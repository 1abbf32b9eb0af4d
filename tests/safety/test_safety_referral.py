"""Referral texts: missing ones stop the build, the example's fictional ones warn, all escape."""

from __future__ import annotations

from pathlib import Path
from typing import Any

import pandas as pd

from springback.model import Study
from springback.safety.rules import referral_problems
from springback.settings import Referral, from_mapping

LADDER = {"questions": "Call the team on +31 20 000 0000.", "feeling_worse": "See your GP.",
          "self_harm": "Call your GP today.", "emergency": "Call 112."}


def _study(referrals: list[dict[str, Any]], roster: list[tuple[str, str, str, str, bool]]) -> Study:
    settings, _ = from_mapping({"items": {"sad": {"scale": [1, 7]}}, "referral": referrals})
    frame = pd.DataFrame(roster, columns=["participant", "language", "region", "consent",
                                          "feedback"])
    empty = pd.DataFrame()
    return Study(Path("."), settings, frame, empty, empty, empty, empty, empty)


def test_missing_referral_is_an_error_per_language_and_region() -> None:
    """Check that a consenting participant without a referral text for their place is an error."""
    study = _study(
        [{"region": "north", "language": "en", **LADDER},
         {"region": "default", "language": "nl", **LADDER}],
        [("P01", "en", "north", "yes", True), ("P02", "nl", "south", "yes", True),
         ("P03", "de", "north", "yes", True), ("P04", "de", "north", "yes", True),
         ("P05", "en", "south", "withdrawn", True), ("P06", "en", "south", "yes", False)],
    )
    problems = referral_problems(study)
    assert [(p.code, p.is_error, p.what) for p in problems] == [
        ("no-referral", True, "no referral text for language 'de' and region 'north'")]
    assert problems[0].found == "2 participant(s) who need it: P03, P04"
    assert problems[0].where == "study.toml: referral"


def test_example_numbers_warn() -> None:
    """Check that the example's fictional numbers and marks are warned about, field by field."""
    fictional = {**LADDER, "emergency": "Call the emergency number +99 999 (fictional).",
                 "self_harm": "Call the Harbour Line (Fictional), day and night."}
    study = _study([{"region": "default", "language": "en", **fictional}],
                   [("P01", "en", "north", "yes", True)])
    problems = referral_problems(study)
    assert [(p.where, p.is_error) for p in problems] == [
        ("study.toml: referral[0].self_harm", False),
        ("study.toml: referral[0].emergency", False)]
    assert all(p.code == "fictional-referral" for p in problems)


def test_real_numbers_pass() -> None:
    """Check that complete, real-looking referral texts give no problem."""
    study = _study([{"region": "default", "language": "en", **LADDER}],
                   [("P01", "en", "east", "yes", True)])
    assert referral_problems(study) == []


def test_example_project_warns_but_has_every_text() -> None:
    """Check the example study: fictional services warn, and no language or region is missing."""
    import tomllib

    repo = Path(__file__).resolve().parents[2] / "example_project"
    settings, _ = from_mapping(tomllib.loads((repo / "study.toml").read_text(encoding="utf-8")))
    roster = pd.read_csv(repo / "data" / "participants.csv", dtype=str)
    roster["feedback"] = roster["feedback"] == "yes"
    empty = pd.DataFrame()
    problems = referral_problems(Study(repo, settings, roster, empty, empty, empty, empty, empty))
    assert not [p for p in problems if p.is_error]
    assert len(problems) == 4 * len(settings.referral)


def test_referral_texts_render_escaped() -> None:
    """Check that markup in a referral text is shown as text, never run, in the help section."""
    from springback.render import make_environment

    env = make_environment(None, "en")
    hostile = Referral(region="default", language="en",
                       questions='<script>alert("x")</script> Q & A',
                       feeling_worse="<b>GP</b>", self_harm="<img src=x onerror=alert(1)>",
                       emergency='"112"')
    from springback.findings import Finding

    help_finding = Finding("P1", "help", "refer", "clear", {"rule": "r"})
    common = dict(refer=True, findings={"help": help_finding}, contact_name="Team <A>",
                  contact_email="", contact_phone="", edition="participant",
                  refer_reasons=['<i>reason</i> & more'])
    template = env.get_template("sections/help.html")
    html = template.render(referral=hostile, **common)
    assert "<script>" not in html and "<img" not in html and "<b>GP" not in html
    assert "<i>" not in html and "&lt;i&gt;reason&lt;/i&gt; &amp; more" in html
    assert "&lt;script&gt;alert(&#34;x&#34;)&lt;/script&gt; Q &amp; A" in html
    assert "&lt;img src=x onerror=alert(1)&gt;" in html
    # Without a referral text the study's own contact is the first rung, escaped as well.
    assert "Team &lt;A&gt;" in template.render(referral=None, **common)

THE TASK >> Take every line above that includes the string "questions" and return it.

RESPONSE BELOW >>
LADDER = {"questions": "Call the team on +31 20 000 0000.", "feeling_worse": "See your GP.",
                       questions='<script>alert("x")</script> Q & A',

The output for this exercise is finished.